[Collected data]

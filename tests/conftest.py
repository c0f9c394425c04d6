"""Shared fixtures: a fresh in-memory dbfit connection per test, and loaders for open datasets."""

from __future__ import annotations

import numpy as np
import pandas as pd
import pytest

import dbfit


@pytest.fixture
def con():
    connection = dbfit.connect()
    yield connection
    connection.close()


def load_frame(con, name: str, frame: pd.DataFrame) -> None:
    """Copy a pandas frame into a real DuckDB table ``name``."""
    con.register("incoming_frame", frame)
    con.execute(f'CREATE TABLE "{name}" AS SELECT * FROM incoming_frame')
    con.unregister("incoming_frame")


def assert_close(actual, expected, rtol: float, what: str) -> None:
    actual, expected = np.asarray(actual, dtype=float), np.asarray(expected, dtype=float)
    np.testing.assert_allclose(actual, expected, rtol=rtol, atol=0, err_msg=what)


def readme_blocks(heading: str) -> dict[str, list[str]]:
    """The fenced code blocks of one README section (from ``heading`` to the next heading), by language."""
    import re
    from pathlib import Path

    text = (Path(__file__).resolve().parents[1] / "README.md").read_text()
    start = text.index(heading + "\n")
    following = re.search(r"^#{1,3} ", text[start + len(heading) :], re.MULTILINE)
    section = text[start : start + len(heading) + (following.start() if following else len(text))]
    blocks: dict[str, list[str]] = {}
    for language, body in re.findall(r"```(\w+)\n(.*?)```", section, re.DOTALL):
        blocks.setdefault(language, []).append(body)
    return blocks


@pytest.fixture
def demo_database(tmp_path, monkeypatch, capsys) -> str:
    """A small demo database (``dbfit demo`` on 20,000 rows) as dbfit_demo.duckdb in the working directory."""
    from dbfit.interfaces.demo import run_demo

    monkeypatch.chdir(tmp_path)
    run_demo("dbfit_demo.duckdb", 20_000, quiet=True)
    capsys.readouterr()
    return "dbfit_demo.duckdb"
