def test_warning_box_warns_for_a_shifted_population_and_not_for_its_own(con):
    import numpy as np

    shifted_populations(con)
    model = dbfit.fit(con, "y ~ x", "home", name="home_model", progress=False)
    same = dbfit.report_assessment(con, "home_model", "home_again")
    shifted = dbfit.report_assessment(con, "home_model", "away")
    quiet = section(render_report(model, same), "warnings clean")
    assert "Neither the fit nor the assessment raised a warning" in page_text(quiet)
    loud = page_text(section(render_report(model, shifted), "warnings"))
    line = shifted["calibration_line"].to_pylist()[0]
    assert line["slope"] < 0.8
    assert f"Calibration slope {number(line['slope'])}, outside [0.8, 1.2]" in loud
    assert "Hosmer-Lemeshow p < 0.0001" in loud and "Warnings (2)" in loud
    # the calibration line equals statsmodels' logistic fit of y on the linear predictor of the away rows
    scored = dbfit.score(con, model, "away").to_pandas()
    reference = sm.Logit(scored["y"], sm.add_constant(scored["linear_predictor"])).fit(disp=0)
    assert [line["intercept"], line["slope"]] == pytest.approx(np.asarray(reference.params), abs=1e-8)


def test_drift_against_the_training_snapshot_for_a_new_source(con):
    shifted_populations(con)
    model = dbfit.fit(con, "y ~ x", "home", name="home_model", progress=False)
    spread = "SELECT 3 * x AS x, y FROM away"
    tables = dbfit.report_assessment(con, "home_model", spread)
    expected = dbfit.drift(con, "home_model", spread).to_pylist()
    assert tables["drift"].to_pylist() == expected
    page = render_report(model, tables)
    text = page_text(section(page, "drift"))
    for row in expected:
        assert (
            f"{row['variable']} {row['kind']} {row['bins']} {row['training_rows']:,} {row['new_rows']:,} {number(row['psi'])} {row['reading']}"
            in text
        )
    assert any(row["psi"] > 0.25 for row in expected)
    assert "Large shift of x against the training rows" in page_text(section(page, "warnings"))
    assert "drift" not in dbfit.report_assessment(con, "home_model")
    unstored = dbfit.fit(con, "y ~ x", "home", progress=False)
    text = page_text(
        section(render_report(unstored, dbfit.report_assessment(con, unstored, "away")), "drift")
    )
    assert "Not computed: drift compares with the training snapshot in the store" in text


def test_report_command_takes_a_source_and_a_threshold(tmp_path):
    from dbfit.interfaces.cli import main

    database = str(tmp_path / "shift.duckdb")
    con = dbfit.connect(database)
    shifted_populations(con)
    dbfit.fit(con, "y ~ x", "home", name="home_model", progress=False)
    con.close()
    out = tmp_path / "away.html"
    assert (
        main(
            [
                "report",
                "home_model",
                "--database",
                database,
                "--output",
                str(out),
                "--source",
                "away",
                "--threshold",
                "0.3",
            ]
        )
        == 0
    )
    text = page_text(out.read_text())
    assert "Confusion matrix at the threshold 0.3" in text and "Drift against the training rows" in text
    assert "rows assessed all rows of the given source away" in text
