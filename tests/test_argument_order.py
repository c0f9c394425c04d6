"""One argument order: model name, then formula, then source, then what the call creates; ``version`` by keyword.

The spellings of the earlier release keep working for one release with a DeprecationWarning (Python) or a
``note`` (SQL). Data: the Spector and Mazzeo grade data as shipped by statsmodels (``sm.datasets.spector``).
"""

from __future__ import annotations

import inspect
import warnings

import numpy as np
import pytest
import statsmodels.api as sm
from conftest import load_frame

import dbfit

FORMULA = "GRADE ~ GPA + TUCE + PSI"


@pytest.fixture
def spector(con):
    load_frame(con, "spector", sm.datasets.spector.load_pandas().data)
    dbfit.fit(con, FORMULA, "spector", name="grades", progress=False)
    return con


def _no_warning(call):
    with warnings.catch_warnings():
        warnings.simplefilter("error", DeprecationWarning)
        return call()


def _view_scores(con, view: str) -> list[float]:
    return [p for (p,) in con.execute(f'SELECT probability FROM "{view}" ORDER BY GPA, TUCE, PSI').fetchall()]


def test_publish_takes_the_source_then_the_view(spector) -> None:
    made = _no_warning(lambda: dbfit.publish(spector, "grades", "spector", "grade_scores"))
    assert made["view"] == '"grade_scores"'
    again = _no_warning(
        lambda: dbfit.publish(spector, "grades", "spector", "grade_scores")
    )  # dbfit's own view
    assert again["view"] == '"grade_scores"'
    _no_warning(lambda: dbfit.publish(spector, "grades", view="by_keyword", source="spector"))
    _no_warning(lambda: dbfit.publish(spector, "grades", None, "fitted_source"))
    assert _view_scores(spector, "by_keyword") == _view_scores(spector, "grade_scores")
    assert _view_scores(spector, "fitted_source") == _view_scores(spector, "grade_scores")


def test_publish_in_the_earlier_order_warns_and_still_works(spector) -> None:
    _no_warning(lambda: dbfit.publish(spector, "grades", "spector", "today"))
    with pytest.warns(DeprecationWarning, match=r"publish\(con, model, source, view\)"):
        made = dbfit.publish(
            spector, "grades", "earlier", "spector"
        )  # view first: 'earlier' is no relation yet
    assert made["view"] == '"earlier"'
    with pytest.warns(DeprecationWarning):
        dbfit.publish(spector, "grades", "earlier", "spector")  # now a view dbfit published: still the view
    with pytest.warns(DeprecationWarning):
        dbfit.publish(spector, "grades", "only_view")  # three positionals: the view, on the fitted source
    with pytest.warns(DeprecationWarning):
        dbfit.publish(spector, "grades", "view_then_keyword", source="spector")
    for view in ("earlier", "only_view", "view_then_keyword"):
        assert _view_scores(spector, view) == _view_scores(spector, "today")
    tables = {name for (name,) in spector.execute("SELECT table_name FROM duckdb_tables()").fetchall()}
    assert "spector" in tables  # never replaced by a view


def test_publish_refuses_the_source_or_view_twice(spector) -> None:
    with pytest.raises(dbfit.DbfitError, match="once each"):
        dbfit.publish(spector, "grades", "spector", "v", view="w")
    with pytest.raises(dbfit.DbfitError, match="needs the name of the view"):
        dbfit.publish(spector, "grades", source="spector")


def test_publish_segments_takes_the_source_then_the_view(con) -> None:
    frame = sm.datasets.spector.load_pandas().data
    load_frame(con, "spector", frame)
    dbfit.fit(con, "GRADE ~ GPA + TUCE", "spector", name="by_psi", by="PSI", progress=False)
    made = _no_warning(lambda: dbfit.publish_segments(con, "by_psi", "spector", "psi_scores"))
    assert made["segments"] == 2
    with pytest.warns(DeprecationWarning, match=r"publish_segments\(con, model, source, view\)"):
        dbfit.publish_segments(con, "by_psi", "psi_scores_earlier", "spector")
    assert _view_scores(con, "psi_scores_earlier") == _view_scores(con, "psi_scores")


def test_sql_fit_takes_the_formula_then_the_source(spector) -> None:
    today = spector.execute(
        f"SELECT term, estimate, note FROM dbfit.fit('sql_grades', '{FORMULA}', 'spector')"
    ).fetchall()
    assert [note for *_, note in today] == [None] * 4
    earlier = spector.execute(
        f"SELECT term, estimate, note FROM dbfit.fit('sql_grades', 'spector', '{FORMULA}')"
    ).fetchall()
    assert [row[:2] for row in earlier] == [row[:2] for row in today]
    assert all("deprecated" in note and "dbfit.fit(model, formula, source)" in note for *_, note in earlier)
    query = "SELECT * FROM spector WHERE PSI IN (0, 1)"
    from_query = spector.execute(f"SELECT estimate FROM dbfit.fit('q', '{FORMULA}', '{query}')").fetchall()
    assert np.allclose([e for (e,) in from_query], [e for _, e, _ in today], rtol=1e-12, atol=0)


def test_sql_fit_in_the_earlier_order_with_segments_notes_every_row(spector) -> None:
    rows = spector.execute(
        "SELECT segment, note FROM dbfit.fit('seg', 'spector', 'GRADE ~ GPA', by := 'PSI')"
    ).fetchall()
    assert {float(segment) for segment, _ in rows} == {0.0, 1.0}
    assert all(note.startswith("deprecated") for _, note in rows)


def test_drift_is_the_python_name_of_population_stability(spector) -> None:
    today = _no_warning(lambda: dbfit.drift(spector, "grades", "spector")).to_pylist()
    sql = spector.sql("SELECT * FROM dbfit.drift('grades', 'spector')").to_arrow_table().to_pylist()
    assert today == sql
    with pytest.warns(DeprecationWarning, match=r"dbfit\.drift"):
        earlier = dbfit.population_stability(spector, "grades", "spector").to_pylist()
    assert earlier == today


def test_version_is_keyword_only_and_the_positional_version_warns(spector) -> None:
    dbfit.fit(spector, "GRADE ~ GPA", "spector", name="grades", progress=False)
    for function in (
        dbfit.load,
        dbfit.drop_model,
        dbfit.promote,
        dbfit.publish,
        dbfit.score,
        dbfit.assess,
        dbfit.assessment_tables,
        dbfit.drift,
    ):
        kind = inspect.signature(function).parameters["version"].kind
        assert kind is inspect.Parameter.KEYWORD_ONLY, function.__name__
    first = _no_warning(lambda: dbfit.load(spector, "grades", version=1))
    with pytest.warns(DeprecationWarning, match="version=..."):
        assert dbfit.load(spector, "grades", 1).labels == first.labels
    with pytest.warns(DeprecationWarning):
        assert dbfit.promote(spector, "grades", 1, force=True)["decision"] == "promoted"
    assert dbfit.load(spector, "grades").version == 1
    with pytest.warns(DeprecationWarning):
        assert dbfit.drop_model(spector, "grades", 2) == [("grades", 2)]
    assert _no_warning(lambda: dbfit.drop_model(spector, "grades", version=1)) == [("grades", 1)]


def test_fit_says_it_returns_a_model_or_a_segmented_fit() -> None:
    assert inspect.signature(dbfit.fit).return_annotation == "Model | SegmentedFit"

▸ **Problem description**: Of all the entries above, repeat only the lines from the line that has "GPA + TUCE +" to the line that has "def _view_scores(con, view: str)", both lines included, exactly.

▸ **Reply to the exercise**:
FORMULA = "GRADE ~ GPA + TUCE + PSI"


@pytest.fixture
def spector(con):
    load_frame(con, "spector", sm.datasets.spector.load_pandas().data)
    dbfit.fit(con, FORMULA, "spector", name="grades", progress=False)
    return con


def _no_warning(call):
    with warnings.catch_warnings():
        warnings.simplefilter("error", DeprecationWarning)
        return call()


def _view_scores(con, view: str) -> list[float]:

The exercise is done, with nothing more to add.